═════ Dataset extract ═════
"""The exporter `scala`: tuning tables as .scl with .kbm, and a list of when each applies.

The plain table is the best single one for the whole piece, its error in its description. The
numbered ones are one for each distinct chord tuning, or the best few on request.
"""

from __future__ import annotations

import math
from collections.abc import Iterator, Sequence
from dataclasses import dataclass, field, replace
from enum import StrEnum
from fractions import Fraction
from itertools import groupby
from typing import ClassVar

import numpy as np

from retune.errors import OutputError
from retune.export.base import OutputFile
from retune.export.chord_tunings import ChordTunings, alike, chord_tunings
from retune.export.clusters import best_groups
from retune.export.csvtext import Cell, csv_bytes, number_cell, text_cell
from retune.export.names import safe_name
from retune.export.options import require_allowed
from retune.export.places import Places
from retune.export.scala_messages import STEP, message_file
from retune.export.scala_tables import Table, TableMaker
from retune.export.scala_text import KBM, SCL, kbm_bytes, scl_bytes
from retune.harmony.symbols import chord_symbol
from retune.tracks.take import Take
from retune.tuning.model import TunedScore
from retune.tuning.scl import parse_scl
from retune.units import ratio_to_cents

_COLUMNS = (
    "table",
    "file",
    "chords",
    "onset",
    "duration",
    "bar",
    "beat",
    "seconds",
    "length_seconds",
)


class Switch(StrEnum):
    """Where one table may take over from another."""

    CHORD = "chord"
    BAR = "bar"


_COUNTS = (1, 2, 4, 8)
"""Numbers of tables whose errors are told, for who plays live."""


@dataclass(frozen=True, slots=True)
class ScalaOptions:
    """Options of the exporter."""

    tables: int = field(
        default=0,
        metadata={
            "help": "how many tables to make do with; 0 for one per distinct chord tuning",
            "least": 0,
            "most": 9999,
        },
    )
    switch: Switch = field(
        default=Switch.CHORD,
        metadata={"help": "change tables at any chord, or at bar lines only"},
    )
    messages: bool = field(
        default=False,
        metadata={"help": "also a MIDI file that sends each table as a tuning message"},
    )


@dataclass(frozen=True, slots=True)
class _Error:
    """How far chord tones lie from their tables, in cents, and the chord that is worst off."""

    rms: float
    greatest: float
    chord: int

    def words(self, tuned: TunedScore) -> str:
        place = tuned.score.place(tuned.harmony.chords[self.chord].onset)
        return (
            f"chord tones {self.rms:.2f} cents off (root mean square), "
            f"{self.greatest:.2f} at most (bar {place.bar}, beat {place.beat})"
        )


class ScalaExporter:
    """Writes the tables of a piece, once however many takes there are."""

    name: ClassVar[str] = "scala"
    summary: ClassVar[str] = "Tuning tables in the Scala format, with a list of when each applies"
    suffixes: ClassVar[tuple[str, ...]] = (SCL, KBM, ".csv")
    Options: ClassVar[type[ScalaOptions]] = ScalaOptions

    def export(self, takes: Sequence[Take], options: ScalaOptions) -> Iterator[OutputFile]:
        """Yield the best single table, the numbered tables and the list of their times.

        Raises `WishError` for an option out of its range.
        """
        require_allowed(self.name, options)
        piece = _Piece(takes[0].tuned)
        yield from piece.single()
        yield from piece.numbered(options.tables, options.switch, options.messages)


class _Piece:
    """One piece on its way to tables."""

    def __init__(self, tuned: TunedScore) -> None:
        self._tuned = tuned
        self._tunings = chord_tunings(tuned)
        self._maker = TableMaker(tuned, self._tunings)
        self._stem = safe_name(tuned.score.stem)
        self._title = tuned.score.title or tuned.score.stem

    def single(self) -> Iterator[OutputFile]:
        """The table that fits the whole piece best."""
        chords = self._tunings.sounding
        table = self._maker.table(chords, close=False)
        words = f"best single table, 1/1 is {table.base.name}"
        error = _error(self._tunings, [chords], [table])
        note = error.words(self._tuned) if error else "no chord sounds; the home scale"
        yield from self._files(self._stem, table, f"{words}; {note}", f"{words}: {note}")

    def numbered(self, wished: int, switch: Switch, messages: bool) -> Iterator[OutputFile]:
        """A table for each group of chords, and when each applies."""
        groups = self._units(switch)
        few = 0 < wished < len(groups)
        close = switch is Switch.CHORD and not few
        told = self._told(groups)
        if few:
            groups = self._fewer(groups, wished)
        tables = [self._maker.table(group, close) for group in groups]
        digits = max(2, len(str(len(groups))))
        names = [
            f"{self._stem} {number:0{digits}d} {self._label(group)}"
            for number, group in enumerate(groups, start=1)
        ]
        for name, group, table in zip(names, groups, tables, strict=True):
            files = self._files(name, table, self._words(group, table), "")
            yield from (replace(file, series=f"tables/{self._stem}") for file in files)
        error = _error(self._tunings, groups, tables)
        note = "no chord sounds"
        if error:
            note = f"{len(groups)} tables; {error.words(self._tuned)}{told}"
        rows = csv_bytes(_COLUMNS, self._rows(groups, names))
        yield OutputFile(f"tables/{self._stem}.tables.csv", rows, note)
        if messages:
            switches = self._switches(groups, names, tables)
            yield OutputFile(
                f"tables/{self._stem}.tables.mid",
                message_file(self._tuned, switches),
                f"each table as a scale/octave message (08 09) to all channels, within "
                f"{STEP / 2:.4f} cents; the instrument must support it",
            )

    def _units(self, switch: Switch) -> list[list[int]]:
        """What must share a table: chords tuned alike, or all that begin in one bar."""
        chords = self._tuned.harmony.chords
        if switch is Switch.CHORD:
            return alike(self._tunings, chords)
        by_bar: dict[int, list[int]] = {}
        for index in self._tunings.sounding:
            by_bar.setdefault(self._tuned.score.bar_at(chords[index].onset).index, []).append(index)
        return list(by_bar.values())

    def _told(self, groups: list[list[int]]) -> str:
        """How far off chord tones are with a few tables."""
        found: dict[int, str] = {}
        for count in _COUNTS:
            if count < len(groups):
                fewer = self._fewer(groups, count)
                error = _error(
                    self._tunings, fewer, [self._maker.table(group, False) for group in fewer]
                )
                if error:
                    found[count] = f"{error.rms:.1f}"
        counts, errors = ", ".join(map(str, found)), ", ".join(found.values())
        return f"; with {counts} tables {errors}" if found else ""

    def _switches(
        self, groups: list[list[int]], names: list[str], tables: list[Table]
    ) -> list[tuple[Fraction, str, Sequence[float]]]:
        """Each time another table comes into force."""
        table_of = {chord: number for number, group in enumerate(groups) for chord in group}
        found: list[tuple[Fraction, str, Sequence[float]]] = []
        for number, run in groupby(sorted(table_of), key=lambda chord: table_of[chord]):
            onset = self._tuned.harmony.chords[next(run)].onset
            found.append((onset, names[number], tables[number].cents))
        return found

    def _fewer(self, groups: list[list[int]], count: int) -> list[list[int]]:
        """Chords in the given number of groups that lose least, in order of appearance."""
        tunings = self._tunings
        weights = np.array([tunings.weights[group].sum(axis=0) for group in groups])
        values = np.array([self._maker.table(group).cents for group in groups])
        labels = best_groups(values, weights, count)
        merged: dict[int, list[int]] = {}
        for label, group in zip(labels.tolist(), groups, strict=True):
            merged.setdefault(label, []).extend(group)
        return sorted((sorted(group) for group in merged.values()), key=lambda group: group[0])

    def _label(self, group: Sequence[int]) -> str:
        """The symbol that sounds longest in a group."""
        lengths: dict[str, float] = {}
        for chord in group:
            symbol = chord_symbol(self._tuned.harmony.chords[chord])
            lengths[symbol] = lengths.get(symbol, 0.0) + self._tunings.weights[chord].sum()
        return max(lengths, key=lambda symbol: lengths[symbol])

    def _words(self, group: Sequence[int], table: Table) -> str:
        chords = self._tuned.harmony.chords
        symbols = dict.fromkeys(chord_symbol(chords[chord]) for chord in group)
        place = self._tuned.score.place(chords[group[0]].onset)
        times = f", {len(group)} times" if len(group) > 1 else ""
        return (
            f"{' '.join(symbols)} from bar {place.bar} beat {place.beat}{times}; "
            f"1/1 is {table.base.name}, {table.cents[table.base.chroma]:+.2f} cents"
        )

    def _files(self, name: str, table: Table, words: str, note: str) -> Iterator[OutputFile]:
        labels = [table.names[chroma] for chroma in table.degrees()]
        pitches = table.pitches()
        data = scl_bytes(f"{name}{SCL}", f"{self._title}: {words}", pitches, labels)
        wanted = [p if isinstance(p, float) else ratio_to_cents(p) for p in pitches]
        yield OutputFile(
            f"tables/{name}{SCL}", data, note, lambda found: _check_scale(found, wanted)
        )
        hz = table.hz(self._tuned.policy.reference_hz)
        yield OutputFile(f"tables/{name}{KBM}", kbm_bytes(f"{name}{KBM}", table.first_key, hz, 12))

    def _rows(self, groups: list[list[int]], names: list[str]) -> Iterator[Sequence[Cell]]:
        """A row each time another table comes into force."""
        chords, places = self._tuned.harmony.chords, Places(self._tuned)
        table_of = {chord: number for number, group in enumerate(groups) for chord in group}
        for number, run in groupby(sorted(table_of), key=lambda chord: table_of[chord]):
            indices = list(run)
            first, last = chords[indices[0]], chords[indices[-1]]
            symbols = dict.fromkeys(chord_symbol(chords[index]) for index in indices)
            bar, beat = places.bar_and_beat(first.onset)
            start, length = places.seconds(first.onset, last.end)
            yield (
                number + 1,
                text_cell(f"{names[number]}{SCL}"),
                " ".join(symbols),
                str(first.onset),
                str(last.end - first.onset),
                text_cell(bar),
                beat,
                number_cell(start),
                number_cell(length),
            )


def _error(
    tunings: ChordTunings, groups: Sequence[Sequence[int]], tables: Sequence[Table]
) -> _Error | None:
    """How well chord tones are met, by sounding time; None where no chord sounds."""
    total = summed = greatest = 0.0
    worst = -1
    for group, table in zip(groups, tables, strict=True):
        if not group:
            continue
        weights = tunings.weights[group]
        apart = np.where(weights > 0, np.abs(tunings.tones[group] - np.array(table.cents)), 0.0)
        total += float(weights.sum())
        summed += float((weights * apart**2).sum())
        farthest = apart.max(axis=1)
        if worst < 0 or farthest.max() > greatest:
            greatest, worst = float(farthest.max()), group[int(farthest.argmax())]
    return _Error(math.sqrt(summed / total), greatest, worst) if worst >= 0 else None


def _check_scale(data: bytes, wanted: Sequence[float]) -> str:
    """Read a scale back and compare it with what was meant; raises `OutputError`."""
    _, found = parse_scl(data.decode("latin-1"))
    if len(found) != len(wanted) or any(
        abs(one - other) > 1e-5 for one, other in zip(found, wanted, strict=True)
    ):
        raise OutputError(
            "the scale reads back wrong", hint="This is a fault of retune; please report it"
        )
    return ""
═════
**Assigned task**
Look through the listing above and give the number of lines containing the string "dict", with nothing else.

**Result for this task**
6